### YOUR INSTRUCTIONS
Copy exactly the line that contains "for (const [entry, names]" plus all remaining lines of the data, and leave out every line before it.

Saved data entries
──────────
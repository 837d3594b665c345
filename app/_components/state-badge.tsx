import { STATE_LABELS, type RevisionState } from '@/lib/review/roles'

// Shape and text carry the state, not colour alone.
const STYLE: Record<RevisionState, string> = {
  draft: 'border-dashed border-ink/40 text-ink/70',
  'in-check': 'border-caution text-caution bg-caution-soft',
  checked: 'border-accent text-accent',
  approved: 'border-accent bg-accent-soft text-accent',
  issued: 'border-pass bg-pass text-white',
  superseded: 'border-ink/30 text-ink/50 line-through',
}

export function StateBadge({ state }: { state: RevisionState }) {
  return <span className={`inline-block rounded-sm border px-1.5 py-0.5 text-[11px] font-semibold ${STYLE[state]}`}>{STATE_LABELS[state]}</span>
}
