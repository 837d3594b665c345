import { openApiDocument } from '@/server/openapi'

/** The OpenAPI 3.1 document of API v1, generated from the zod schemas the routes validate with. */
export function GET() {
  return Response.json(openApiDocument())
}
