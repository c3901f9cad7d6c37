// The package's public edge (STYLE.md habit 15, as scipy's `__all__`): the names each entry exports
// are a deliberate list, written in docs/api.md. Changing the list without the document fails here,
// and so does exporting a name marked `@internal` (internals stay importable from src/ paths, which
// the tests use, but are not part of the package).
import { readFileSync } from 'node:fs';
import { join } from 'node:path';
import { describe, expect, it } from 'vitest';
import { documentedNames, ENTRIES, entryExports, REPO } from './support/api-surface.js';

/** Internals the architecture review named, and helpers shared between modules: never public. */
const KNOWN_INTERNALS = [
  'requireFinite',
  'requireRange',
  'withDefaults',
  'stripUndefined',
  'resultOf',
  'seekerFor',
  'sanitiseInput',
  'maximizeOnGrid',
  'bandGrid',
  'firResponseInto',
  'goldenSectionMax',
  'designHilbertFirJudged',
];

describe('public API edge', () => {
  const api = entryExports();
  const doc = documentedNames(readFileSync(join(REPO, 'docs', 'api.md'), 'utf8'));

  for (const entry of Object.keys(ENTRIES)) {
    it(`${entry}: the exported names are exactly those docs/api.md lists`, () => {
      const exported = api[entry]!.map((n) => n.name);
      // orthotone/node re-exports orthotone; docs/api.md lists only the names it adds.
      const listed = [...(entry === 'orthotone/node' ? (doc.orthotone ?? []) : []), ...(doc[entry] ?? [])];
      const added = exported.filter((n) => !listed.includes(n));
      const removed = listed.filter((n) => !exported.includes(n));
      expect(
        { exportedButNotInDocsApiMd: added, inDocsApiMdButNotExported: removed },
        `update docs/api.md (## \`${entry}\`) together with the export list`,
      ).toEqual({ exportedButNotInDocsApiMd: [], inDocsApiMdButNotExported: [] });
      expect(new Set(listed).size, 'a name listed twice in docs/api.md').toBe(listed.length);
    });
  }

  it('exports no name marked @internal, and none of the known internals', () => {
    const leaks: string[] = [];
    for (const [entry, names] of Object.entries(api)) {
      for (const n of names) {
        if (n.internal) leaks.push(`${entry}: ${n.name} (${n.file}) is marked @internal`);
        if (KNOWN_INTERNALS.includes(n.name)) leaks.push(`${entry}: ${n.name} is an internal helper`);
      }
    }
    expect(leaks).toEqual([]);
  });

  it('every public name has a TSDoc summary', () => {
    const bare = Object.values(api)
      .flat()
      .filter((n) => n.summary === '')
      .map((n) => `${n.name} (${n.file})`);
    expect([...new Set(bare)]).toEqual([]);
  });
});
──────────
### OUTPUT FOR THIS TASK
    for (const [entry, names] of Object.entries(api)) {
      for (const n of names) {
        if (n.internal) leaks.push(`${entry}: ${n.name} (${n.file}) is marked @internal`);
        if (KNOWN_INTERNALS.includes(n.name)) leaks.push(`${entry}: ${n.name} is an internal helper`);
      }
    }
    expect(leaks).toEqual([]);
  });

  it('every public name has a TSDoc summary', () => {
    const bare = Object.values(api)
      .flat()
      .filter((n) => n.summary === '')
      .map((n) => `${n.name} (${n.file})`);
    expect([...new Set(bare)]).toEqual([]);
  });
});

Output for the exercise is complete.